Let's begin by defining our matrix factorization function and setting up our initial ratings matrix.


In [8]:
import numpy as np

def matrix_factorization(r, p, q, k, steps=5000, alpha=0.0002, beta=0.02):
    samples = [
        (i, j, r[i, j])
        for i in range(r.shape[0])
        for j in range(r.shape[1])
        if r[i, j] > 0
    ]

    for step in range(steps):
        for i, j, rating in samples:
            prediction = np.dot(p[i, :], q[j, :].T)
            e = (rating - prediction)

            p[i, :] += alpha * (e * q[j, :] - beta * p[i, :])
            q[j, :] += alpha * (e * p[i, :] - beta * q[j, :])

    return p, q


## Initial Ratings Matrix and Model Training

We initialize our ratings matrix `r` with user ratings for four movies. The matrix contains zeros where a user has not rated a movie. We then train our matrix factorization model with 5000 steps to predict these missing ratings.


In [9]:
# Initial Ratings Matrix
r = np.array([
    [5, 3, 0, 1],
    [4, 0, 0, 1],
    [1, 1, 0, 5],
    [1, 0, 0, 4],
    [0, 1, 5, 4]
])

num_row_r, num_col_r = r.shape
k = 2  # Number of latent factors
p = np.random.rand(num_row_r, k)
q = np.random.rand(num_col_r, k)

# Train the matrix factorization model
new_p, new_q = matrix_factorization(r, p, q, k, steps=5000, alpha=0.0002, beta=0.02)

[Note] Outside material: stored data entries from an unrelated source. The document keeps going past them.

import { TestBed } from '@angular/core/testing';
import { provideRouter } from '@angular/router';
import { type Account, whoAmI } from '@oriel/shared/contracts/accounts';
import { createHousehold, readHousehold } from '@oriel/shared/contracts/households';
import type { Route } from '@oriel/shared/contracts/route';
import { Api } from '../../core/api';
import { forHouseholds } from '../../core/guards';
import { Session } from '../../core/session';
import { HouseholdPage } from './household-page';

describe('the household page for someone who belongs to none', () => {
  const membership = { householdId: 'new', householdName: 'Lark House', role: 'owner' } as const;
  const ada: Account = { id: 'ada', name: 'Ada', email: 'ada@example.org', memberships: [] };
  const household = { id: 'new', name: 'Lark House', members: [] };
  const replies = new Map<unknown, unknown>([
    [createHousehold, { household }],
    [readHousehold, { household }],
    [whoAmI, { account: { ...ada, memberships: [membership] }, mailPage: null }],
  ]);

  beforeEach(() => {
    const call = (route: Route) => Promise.resolve(replies.get(route) ?? { invitations: [] });
    TestBed.configureTestingModule({ providers: [provideRouter([]), { provide: Api, useValue: { call } }] });
    TestBed.inject(Session).enter(ada);
  });

  it('is where every page of a household leads', () => {
    const led = TestBed.runInInjectionContext(() => forHouseholds({} as never, {} as never));
    expect(String(led)).toBe('/household');
  });

  it('lets them make one, and shows it', async () => {
    const fixture = TestBed.createComponent(HouseholdPage);
    await fixture.whenStable();
    const element = fixture.nativeElement as HTMLElement;
    expect(element.querySelector('h1')?.textContent).toBe('No household');
    expect(element.querySelector('[role=alert]')).toBeNull();

    fixture.componentInstance['anotherForm'].setValue({ name: 'Lark House' });
    element.querySelector('form')!.dispatchEvent(new Event('submit'));
    await fixture.whenStable();
    expect(element.querySelector('h1')?.textContent).toBe('Lark House');
    expect(fixture.componentInstance['nameForm'].value.name).toBe('Lark House');
  });
});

# Predicted ratings after 5000 steps
r_predicted = np.dot(new_p, new_q.T)
print("Predicted Ratings with 5000 Steps:")
print(r_predicted.round(2))


Predicted Ratings with 5000 Steps:
[[5.08 2.44 4.27 1.09]
 [3.89 1.88 3.36 0.97]
 [1.05 0.73 3.93 4.94]
 [1.03 0.67 3.25 3.92]
 [3.16 1.68 4.8  3.99]]


## Analysis of Predictions after 5000 Steps

Above, we can see the predicted ratings matrix alongside the actual ratings matrix. The non-zero values in the actual ratings matrix closely match the corresponding values in the predicted ratings matrix, indicating that the function has performed well. For zero values in the actual ratings matrix, the predicted ratings matrix now includes values. These new values represent the model's predictions for the movies that a user has not yet rated.

To further improve the accuracy of our predictions, we extend the training with an additional 5000 steps, making a total of 10000 steps.


In [10]:
# Continue training the model with an additional 5000 steps
new_p, new_q = matrix_factorization(r, new_p, new_q, k, steps=10000, alpha=0.0002, beta=0.02)

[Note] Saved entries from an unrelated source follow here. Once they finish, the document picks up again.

import type { Page } from '@playwright/test';

type Unpluggable = Window & { unplug(): void };

/**
 * To be put into a wall's pages before they load: whatever camera tracks a page is given can then be ended from outside, and the page sees
 * what it sees when a camera is unplugged (W3C Media Capture and Streams, 4.3.1: the track has ended, and the event says so).
 */
export function plugged(): void {
  // An empty page has no cameras.
  if (!window.isSecureContext) return;
  const ask = navigator.mediaDevices.getUserMedia.bind(navigator.mediaDevices);
  const tracks: MediaStreamTrack[] = [];
  navigator.mediaDevices.getUserMedia = async (wanted) => {
    const stream = await ask(wanted);
    tracks.push(...stream.getVideoTracks());
    return stream;
  };
  (window as unknown as Unpluggable).unplug = () => {
    for (const track of tracks.splice(0)) {
      track.stop();
      track.dispatchEvent(new Event('ended'));
    }
  };
}

export const unplug = (page: Page): Promise<void> => page.evaluate(() => (window as unknown as Unpluggable).unplug());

# Predicted ratings after 10000 steps
r_predicted = np.dot(new_p, new_q.T)
print("\nPredicted Ratings with 10000 Steps:")
print(r_predicted.round(2))



Predicted Ratings with 10000 Steps:
[[4.96 2.94 4.96 1.  ]
 [3.95 2.35 4.13 1.  ]
 [1.06 0.86 5.25 4.94]
 [0.97 0.76 4.31 3.96]
 [1.66 1.17 4.92 4.01]]


## Conclusion after 10000 Steps

The non-zero values in the actual ratings matrix now match even more closely to the corresponding values in the predicted ratings matrix. By extending the training to 10000 steps, we have further improved the accuracy of the predictions. This demonstrates the effectiveness of matrix factorization in predicting missing ratings and highlights the potential of such techniques in building robust recommendation systems.